Suppose $H$ is a symmetric positive definite matrix, and $h$ a vector. I want to solve the following optimization problem with linear objective and quadratic equality constraint:
$$\underset{v^THv = 1} {\mathrm{argmin}} \; h^Tv.$$
I am thinking of equipping the space with the inner product $\langle\cdot, \cdot \rangle: x, y \to x^THy$. Then the new normed vector space is still Euclidean, and we are minimizing essentially
$$\underset{||v||_{new}^2= 1} {\mathrm{argmin}} \; \langle v, H^{-1}h \rangle$$
This is because $h^Tv = h^T H^{-1}H v = (H^{-T}h)^T H v = \langle v, H^{-1}h \rangle$. Therefore, the best $v$ is at the direction of $-H^{-1}h$, we normalize it to the equality constraint.
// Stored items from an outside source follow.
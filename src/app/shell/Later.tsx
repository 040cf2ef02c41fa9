/** A part of the frame that is loaded when it is first wanted; nothing stands there until it has come. */
import type { ComponentType } from 'preact';
import { useEffect, useState } from 'preact/hooks';

export function Later<P extends object>(props: {
  load: () => Promise<{ default: ComponentType<P> }>;
  with: P;
  /** Told when it cannot be loaded. */
  onFailure?: (error: unknown) => void;
}) {
  const [part, setPart] = useState<{ readonly View: ComponentType<P> } | null>(null);
  useEffect(() => {
    let wanted = true;
    props.load().then(
      (module) => wanted && setPart({ View: module.default }),
      (error: unknown) => wanted && props.onFailure?.(error),
    );
    return () => {
      wanted = false;
    };
  }, []);
  return part === null ? null : <part.View {...props.with} />;
}
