/** The guide: one line under the top line, from the demo to an own craft; where it stands is kept. */
import { useStore } from '../store/context.ts';
import { newCraft } from '../store/document.ts';
import type { Store } from '../store/store.ts';
import { Button } from '../widgets/Button.tsx';
import './guide.css';
import { guideMemory, setGuide } from './guideMemory.ts';
import { GUIDE_STEPS, guideTexts as words } from './guideTexts.ts';
import { hashOf } from './route.ts';

export default function GuideLine() {
  const store = useStore();
  const { step } = guideMemory(store.settings.value);
  const at = Math.min(step, GUIDE_STEPS.length - 1);
  const { place, text, own } = GUIDE_STEPS[at];
  const { texts } = store;
  const last = at === GUIDE_STEPS.length - 1;
  return (
    <aside class="guide" aria-label={words.label}>
      <span class="guide-count">{words.count(at + 1, GUIDE_STEPS.length)}</span>
      <p>
        <strong>{texts.places[place]}:</strong> {text}
      </p>
      <div class="row">
        <Button quiet disabled={at === 0} onClick={() => goTo(store, at - 1)}>
          {words.back}
        </Button>
        {store.place.value === place ? (
          <>
            {own === true && (
              <Button primary onClick={() => startOwn(store, at)}>
                {words.own}
              </Button>
            )}
            <Button onClick={() => (last ? setGuide(store, { hidden: true, step: 0 }) : goTo(store, at + 1))}>
              {last ? words.done : words.next}
            </Button>
          </>
        ) : (
          <Button onClick={() => goTo(store, at)}>{words.goTo(texts.places[place])}</Button>
        )}
        <Button quiet title={words.hideHint} onClick={() => setGuide(store, { hidden: true, step: at })}>
          {words.hide}
        </Button>
      </div>
    </aside>
  );
}

function goTo(store: Store, step: number): void {
  setGuide(store, { hidden: false, step });
  location.hash = hashOf(GUIDE_STEPS[step].place);
}

/** A copy of the craft on the bench under a name of its own; nothing of the demo changes. */
function startOwn(store: Store, step: number): void {
  const own = newCraft({ ...store.build.value, name: words.ownName }, store.gains.value);
  store.addCrafts([own], words.ownEdit);
  goTo(store, step + 1);
}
Thus, the optimizer $v$ is $-\frac{H^{-1}h}{h^TH^{-1}h}.$ I'm wondering if the reasoning above is correct.
(Note that if we just use Lagragian multiplier and have that $-h = 2\lambda H v$, then $v = -\frac{1}{2}\lambda^{-1}H^{-1}h$. With proper choice of $\lambda$ for the constraint, we similarly have $-\frac{H^{-1}h}{h^TH^{-1}h}$).